Menguat, Dugaan Keterlibatan Asing Saat Kebakaran Lahan Rawa Tripa


Jakarta – Pengacara PT Surya Panen Subur Tri Moelja D Soerjadi mencurigai adanya keterlibatan pihak asing dalam kasus kebakaran lahan di Rawa Tripa, Aceh.


“Patut diduga bahwa ada kepentingan asing di dalam perkara ini.” ujar Tri Moelja di Jakarta, Rabu (23/4) malam.


Menurut Tri, dugaan adanya intervensi asing itu sebelumnya juga sudah terungkap dari kesaksian Farwiza, anggota LSM Hutan Alam dan Lingkungan Aceh, dalam sidang perdata kasus kebakaran Rawa tripa di PN Jakarta Selatan, Senin (21/4) lalu.


Dalam kesaksiannya, Farwiza mengaku sempat mendokumentasikan kebakaran tersebut, baik dari udara maupun saat melewati lokasi lokasi kebakaran. Dia menegaskan bahwa saat melakukan dokumentasi kebakaran, ia dibantu oleh Carlos Quilles, seorang warga negara asing. Sayangnya ia tidak menyebut warga negara mana orang asing tersebut.

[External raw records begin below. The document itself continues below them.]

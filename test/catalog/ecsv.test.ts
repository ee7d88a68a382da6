import { describe, expect, it } from 'vitest';
import { readEcsvTable, parseEcsvHeader } from '../../src/core/catalog/ecsvReader';
import { readCatalog } from '../../src/core/catalog/read';

const header = (extra = '', cols = '# - {name: id, datatype: string}\n# - {name: ra, unit: deg, datatype: float64}\n# - {name: dec, unit: deg, datatype: float64}\n# - {name: mag, datatype: float64}\n') =>
  `# %ECSV 1.0\n# ---\n# datatype:\n${cols}${extra}# schema: astropy-2.0\n`;

describe('ECSV reader', () => {
  it('reads block-style column entries, meta and a comma delimiter', () => {
    const text =
      '# %ECSV 1.0\n# ---\n# datatype:\n# - name: id\n#   datatype: string\n#   description: "object id: text"\n# - {name: ra, unit: hourangle, datatype: float64, meta: {ucd: pos.eq.ra}}\n' +
      '# - {name: dec, unit: deg, datatype: float64}\n# - {name: mag, datatype: float64}\n# delimiter: \',\'\n# meta: !!omap\n# - {observer: invented}\n# - {n: 3}\n' +
      'id,ra,dec,mag\n"a, b",12,-5,20\n';
    const t = readEcsvTable(text);
    expect(t.columns).toEqual([
      { name: 'id', datatype: 'string', description: 'object id: text' },
      { name: 'ra', datatype: 'float64', unit: 'hourangle', ucd: 'pos.eq.ra' },
      { name: 'dec', datatype: 'float64', unit: 'deg' },
      { name: 'mag', datatype: 'float64' },
    ]);
    expect(t.meta).toEqual([
      { key: 'observer', value: 'invented' },
      { key: 'n', value: 3 },
    ]);
    const r = readCatalog(text, 't.ecsv');
    expect(r.targets[0]).toMatchObject({ id: 'a, b', raDeg: 180, decDeg: -5, line: 15 });
  });

  it('reads the space delimiter with quoted text', () => {
    const r = readCatalog(header() + 'id ra dec mag\n"x y" 1.5 -2 20.5\n"#z" 2 3 21\n', 'a.ecsv');
    expect(r.targets.map((t) => [t.id, t.raDeg, t.line])).toEqual([
      ['x y', 1.5, 10],
      ['#z', 2, 11],
    ]);
  });

  it('reports a header problem with the line and how to fix it', () => {
    expect(() => parseEcsvHeader('# %ECSV 2.0\n# ---\n', 'a.ecsv')).toThrow('a.ecsv:1: ECSV version 2.0 is not supported (write ECSV 1.0)');
    expect(() => parseEcsvHeader('# %ECSV 1.0\n# datatype:\n', 'a.ecsv')).toThrow('a.ecsv:2: expected "# ---" after the ECSV signature');
    expect(() => parseEcsvHeader(header("# delimiter: ';'\n"), 'a.ecsv')).toThrow(/the ECSV delimiter ";" is not allowed/);
    expect(() => parseEcsvHeader('# %ECSV 1.0\n# ---\n# datatype: [\n', 'a.ecsv')).toThrow(/^a\.ecsv:\d+: the ECSV header is not valid YAML/);
    expect(() => readEcsvTable(header() + 'id ra decl mag\n', 'a.ecsv')).toThrow(
      'a.ecsv: line 9: the header row names the columns id, ra, decl, mag but the ECSV header declares id, ra, dec, mag',
    );
  });
});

Saat sidang, Farwiza sempat menunjukkan rekaman video kebakaran pada 27 Maret 2012. Dalam video itu tergambar bahwa titik api yang terlihat lebih dari tiga. Sementara di berkas gugatan disebutkan bahwa pada 27 Maret 2012 hanya terdapat satu titik api di lokasi kebakaran.


Keterlibatan pihak asing dalam kasus tersebut disorot pula oleh Suwardi dari Departemen Ilmu Tanah dan Sumber Daya Lahan, Fakultas Pertanian, Institut Pertanian Bogor.


Menurutnya, Rawa Tripa telah ditetapkan statusnya melalui Peraturan Menteri Kehutanan sebagai area penggunaan lain (APL).


“Jika ada sekelompok orang yang ingin mengubah kawasan tersebut menjadi daerah konservasi, saya duga ada motif lain di balik rencana tersebut. Apalagi ingin mengembalikan perkebunan kelapa sawit menjadi hutan,” ungkapnya.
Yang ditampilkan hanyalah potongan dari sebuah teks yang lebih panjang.